I love being a Methodist and what it stands for. However, I live in one of the reddest counties in Southern Illinois, and most of my brethren have gone batshit nutty.
They became incensed about wearing masks, social distancing, and not coming to church at all when the virus was really bad. They blamed the pastor and the bishop for requesting and advocating for these things. They now want to completely separate from the Methodist Church altogether. They were really mad when they found out that the building is owned by the Methodist Church. In other words, it's not going to be that easy.
Other churches in our area never shut down, never required masks, and never distanced themselves from each other. They bring this up all the time. Never mind the fact that people in this church have contracted the virus and some have died, including my uncle. I have asked many times when people discuss this about stewardship and what that means. Evidently these people don't know the definition of the word.
I'm afraid I am going to have to find a different Methodist Church to attend and I'm sad. I grew up in this church and have many wonderful memories there. Unfortunately the bad memories are starting to outweigh the good.
marie999
(3,334 posts)There is plenty of food at the food drives. No one has a leaky roof or anything else wrong with their home because the churches have volunteers who are carpenters, electricians, and plumbers and their members donate whatever is needed to fix their homes. Somebody sick in your home, you have people coming in to help 24 hours a day. We know because for the week our daughter lay dying in our home all our needs were taken care of by family, friends, and some people we didn't really know. Maybe that is what religion is supposed to be.
BobTheSubgenius
(11,535 posts)At one point in the campaign, he had been asked to which denomination, if any, he belonged. He answered "Presbyterian," but it soon became evident that he was just giving an answer he thought might score him a point or two, or at least not lose any.
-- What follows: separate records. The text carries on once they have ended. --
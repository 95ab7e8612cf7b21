"""Managing the suppression list: add an entry, list entries, lift one early.

Each entry keeps who made it, why, until when, and (if lifted) who lifted it; nothing is
deleted. Entries apply from the next window close on (:mod:`rolewatch.review.intake`).
The pattern language is described in :mod:`rolewatch.review.suppression`.
"""

from __future__ import annotations

from typing import Any

from sqlalchemy.engine import Engine

from rolewatch.clock import to_rfc3339
from rolewatch.config import Settings
from rolewatch.review.forms import person
from rolewatch.review.suppression import SuppressionError, check_entry
from rolewatch.store import suppressions as suppression_store
from rolewatch.store.db import Connection, write_transaction
from rolewatch.store.keys import ApiKey, key_names
from rolewatch.store.suppressions import SuppressionRecord


class SuppressionNotFound(LookupError):
    """No entry has this id."""


def entry_form(entry: SuppressionRecord, names: dict[str, str], now_us: int) -> dict[str, Any]:
    """An entry in its API form; ``active`` says whether it applies at ``now_us``."""
    return {
        "id": entry.id,
        "kind": entry.kind,
        "value": entry.value,
        "reason": entry.reason,
        "created": to_rfc3339(entry.created_us),
        "created_by": person(entry.created_by, names),
        "expires": to_rfc3339(entry.expires_us),
        "lifted": to_rfc3339(entry.lifted_us) if entry.lifted_us is not None else None,
        "lifted_by": person(entry.lifted_by, names),
        "active": entry.lifted_us is None and entry.expires_us > now_us,
        "held_back": entry.hits,
        "last_held_back_window_id": entry.last_hit_window_id,
    }


def add_entry(
    engine: Engine,
    settings: Settings,
    key: ApiKey,
    *,
    kind: str,
    value: str,
    reason: str,
    expires_us: int | None,
    now_us: int,
) -> dict[str, Any]:
    """Store a new entry (expiry defaults to ``suppression_default_expiry`` from now);
    :class:`SuppressionError` when it is refused."""
    value, reason = check_entry(kind, value, reason)
    if expires_us is None:
        expires_us = now_us + int(settings.suppression_default_expiry.total_seconds() * 1e6)
    if expires_us <= now_us:
        raise SuppressionError("the expiry must be in the future")
    with write_transaction(engine) as connection:
        entry_id = suppression_store.insert_suppression(
            connection,
            kind=kind,
            value=value,
            reason=reason,
            created_us=now_us,
            created_by=key.key_id,
            expires_us=expires_us,
        )
        return _one(connection, entry_id, now_us)


def _one(connection: Connection, entry_id: int, now_us: int) -> dict[str, Any]:
    found = suppression_store.list_entries(
        connection, now_us=now_us, include_inactive=True, entry_id=entry_id
    )
    if not found:
        raise SuppressionNotFound(f"no suppression {entry_id}")
    return entry_form(found[0], key_names(connection), now_us)


def list_entries(engine: Engine, *, now_us: int, include_inactive: bool) -> list[dict[str, Any]]:
    """Entries newest first (only those in force unless ``include_inactive``)."""
    with engine.connect() as connection:
        found = suppression_store.list_entries(
            connection, now_us=now_us, include_inactive=include_inactive
        )
        names = key_names(connection)
    return [entry_form(entry, names, now_us) for entry in found]


def lift_entry(engine: Engine, key: ApiKey, entry_id: int, *, now_us: int) -> dict[str, Any]:
    """End an entry now. :class:`SuppressionNotFound` for an unknown id,
    :class:`SuppressionError` when it has already ended."""
    with write_transaction(engine) as connection:
        if suppression_store.find_entry(connection, entry_id) is None:
            raise SuppressionNotFound(f"no suppression {entry_id}")
        if not suppression_store.lift_entry(connection, entry_id, now_us=now_us, by=key.key_id):
            raise SuppressionError(f"suppression {entry_id} has already been lifted or expired")
        return _one(connection, entry_id, now_us)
Very pleased to hear this, two high-ranking Presbyterian clerics made an appointment to meet with him. During their conversation, Drumpf told them that he had done really well with "you evangelicals."
More than a little taken aback, but not as much as they were about to be, they hastened to explain that they were not evangelicals, but Presbyterians.
Drumpf, obviously having forgotten his campaign revelation, was a bit confused, but gathered his wits enough to say "But you're Christians, right?"
BlueNProud
(1,048 posts)OnDoutside
(19,906 posts)The one quibble I would have is where you say
"The depravity of Republican politics is killing religion"
One could argue that Republican politics is exposing the depraving of religion. Those who control denominations in Christian America, have been there for decades. The GOP and ultimately Trump, have hooked them on the drug of Anti Abortion, and they've given them the space to compromise and expose their moral disintegration.
Here in Ireland, Mass attendance went from about 90% in the 70s and 80s, to low 30s just before Covid. And it's never going to return to those levels, largely because the moderates have largely left the Catholic Church, leaving hardliners to run the show. Their attitude is that if you don't follow the rules that they impose, then you have no place in the Church. So people left. When the Evangelical church goers eventually figure out that they have been played for fools, I'm certain the same thing will happen in the US.
The longer term problem though is how society copes without some sort of a moral compass, that replaces what is currently there now.
Initech
(99,909 posts)Snarkoleptic
(5,995 posts)Well stated, Professor Hartmann!